17 There was evidence from work colleagues that Mr Willcocks was suffering discomfort, apparent pain and impaired mobility after the 29 January incident and prior to his driving trip to Perth. The Tribunal appears to have accepted this evidence. In this sense it was "uncontradicted". It equally accepted that he suffered pain in the course of the drive to Perth. Nonetheless the Tribunal reasoned:
"[81] We note that the applicant took little time off work after the 29 January 1996 lifting incident and did not mention low back or leg pain to Dr Keynes on 30 January 1996. Nor did the applicant attribute the severe pain he experienced in Perth to the lifting incident at work when giving a history of his pain to Dr Kennedy, indicating instead that he had had the pain since late February 1996 (Exhibit 14). Given the applicant's long-standing history of back and leg pain, we conclude that the aggravation he sustained on 29 January 1996 was not long lived. Taking the whole of the evidence into account, we conclude that the 29 January 1996 incident probably did not cause the applicant's principal right leg symptoms, but rather temporarily aggravated his pre-existing degenerative disease in the thoracic spine region. After that incident he continued to work for about a month. He endured the long drive to Perth, which no doubt took its toll on his back, and likely would have done so in the absence of the January 1996 lifting incident, given the past back history."

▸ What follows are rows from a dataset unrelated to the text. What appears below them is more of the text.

class Triac(Automaton):
    """Triac with latching and holding, fired by the RC network's trigger diode or by an
    ideal trigger at a fixed angle. States: ``("off",)``, ``("gate", t_end, sign)``,
    ``("on", sign)``, ``("low", t_end, sign)`` (below holding, turning off at ``t_end``
    unless the current recovers; a current zero turns it off at once), and, set to an
    angle, ``("off", 1.0)``: released after latching in this half cycle, so no re-fire
    pulse until the next half cycle's set one (see :func:`refire_phases`).

    ``t_end`` is held as a phase of the mains cycle (``[0, 2H)``), not as an absolute time:
    a run starts each cycle at t = 0 (the source repeats every cycle), so a gate pulse or a
    recovery that spans the end of one run must end at the same phase of the next. An
    absolute end time carried over would lie a whole cycle late and hold the triac in its
    gate pulse (conducting) through the whole next run, and every run after it."""

    def __init__(self, p: dict, half_s: float, fire_s: float | None, ct_state: int | None,
                 n_x: int, n_u: int, i_row_fn, v_row_fn,
                 pulses: tuple[float, ...] | None = None) -> None:
        self.p = p
        self.H = half_s
        self.fire_at = fire_s
        # trigger phases in the half cycle: the set one, then its re-fires
        self.pulses = tuple(pulses) if pulses else (() if fire_s is None else (fire_s,))
        self.j = ct_state
        self.n = n_x + n_u
        self.nx = n_x
        self.i_row = i_row_fn
        self.v_row = v_row_fn
        self.initial = ("off",)

    def switches(self, s):
        return {SWITCH: 0 if s[0] == "off" else 1}

    def guards(self, s, net, ms):
        if s[0] == "on":
            row = -s[1] * self.i_row(ms)
            if self.p.get("recovery_s", 0.0) > 0 and self.p["holding_current_a"] > 0:
                return [(row, -self.p["holding_current_a"], "low")]
            return [(row, -self.p["holding_current_a"], "release")]
        if s[0] == "low":
            row = s[2] * self.i_row(ms)
            # the current must rise EPS_I_A above holding to recover: without that margin
            # a current leaving holding at the instant it reached it would switch on and
            # low without end at one time
            return [(row, self.p["holding_current_a"] + EPS_I_A, "recover"),
                    (-row, 0.0, "release")]
        if s[0] == "off" and self.j is not None:
            r = np.zeros(self.n)
            r[self.j] = 1.0
            vbo = self.p["breakover_v"]
            return [(r, vbo, "fire+"), (-r, vbo, "fire-")]
        return []

    def _at(self, phase: float, t: float) -> float:
        """The first time after ``t`` at the cycle phase ``phase`` [s]."""
        T = 2 * self.H
        tt = np.floor(t / T) * T + phase
        return tt + T if tt <= t + 1e-13 else tt

    def _phase(self, t: float) -> float:
        return float(t % (2 * self.H))

    def next_time(self, s, t):
        if s[0] == "gate":
            return self._at(s[1], t), "gate-end"
        if s[0] == "low":
            return self._at(s[1], t), "release"
        if s[0] == "off" and self.fire_at is not None:
            # the next pulse of the train; after a release in this half cycle only the next
            # half cycle's set pulse
            done = len(s) > 1 and s[1] != 0
            k = np.floor(t / self.H)
            for kk in (k, k + 1):
                for e, ph in enumerate(self.pulses):
                    if e > 0 and (done or kk != k):
                        break
                    tt = kk * self.H + ph
                    if tt > t + 1e-13:
                        return tt, "fire"
        return np.inf, None

    def fire(self, tag, s, t, x, value):
        p = self.p
        if tag in ("fire+", "fire-", "fire"):
            if s[0] != "off":
                return s, x
            if tag == "fire":
                sign = 1.0 if (t % (2 * self.H)) < self.H else -1.0
            else:
                sign = 1.0 if tag == "fire+" else -1.0
                x = x.copy()
                x[self.j] -= sign * p["breakback_v"]
            return ("gate", self._phase(t + p["gate_pulse_s"]), sign), x
        if tag == "gate-end":
            i = value(self.i_row)
            if abs(i) >= p["latching_current_a"]:
                return ("on", 1.0 if i >= 0 else -1.0), x
            return ("off",), x
        if tag == "low":
            return ("low", self._phase(t + p["recovery_s"]), s[1]), x
        if tag == "recover":
            return ("on", s[2]), x
        if tag == "release":
            return (("off", 1.0) if self.fire_at is not None else ("off",)), x
        return s, x

    def compiled_spec(self, net):
        from .loop import TRIAC

        p = self.p
        return (TRIAC, SWITCH,
                [self.H, p["holding_current_a"], p["latching_current_a"], p["gate_pulse_s"],
                 p.get("recovery_s", 0.0), p["breakover_v"], p["breakback_v"],
                 np.nan if self.fire_at is None else self.fire_at,
                 -1.0 if self.j is None else float(self.j), float(net.index[SWITCH])],
                list(self.pulses), [0.0] * len(self.pulses))

    def to_row(self, s):
        if s[0] == "off":
            return (0.0, float(s[1]) if len(s) > 1 else 0.0, 0.0)
        if s[0] == "on":
            return (2.0, 0.0, s[1])
        return (1.0 if s[0] == "gate" else 3.0, s[1], s[2])

    def from_row(self, row):
        code = int(row[0])
        if code == 0:
            return ("off",) if row[1] == 0 else ("off", 1.0)
        if code == 2:
            return ("on", float(row[2]))
        return ("gate" if code == 1 else "low", float(row[1]), float(row[2]))

    def tag_name(self, code):
        return TRIAC_TAGS[code]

18 The applicant's real objection is that the Tribunal did not accept that the Perth incident merely aggravated the symptoms resulting from the 29 January incident. But as was open to it, the Tribunal ascribed the Perth incident to a discrete cause having discrete effects.
19 In light both of the evidence to which the Tribunal expressly referred and of the material before it, there was both probative material and logical grounds for its finding that the 29 January aggravation was of a temporary character and that it did not materially contribute to the applicant's present permanent impairment. Those findings, moreover, have more than a distant resonance in the revised opinion of Dr Stevenson to which I earlier referred.
20 Challenges to several other specific findings have been rejected in passing in what I have said, as for example, the assertion by the applicant that the Tribunal failed to take into account that he was largely symptom free for the two years preceding the 29 January incident. The assertion was clearly encompassed by, and rejected in, the Tribunal's ultimate findings.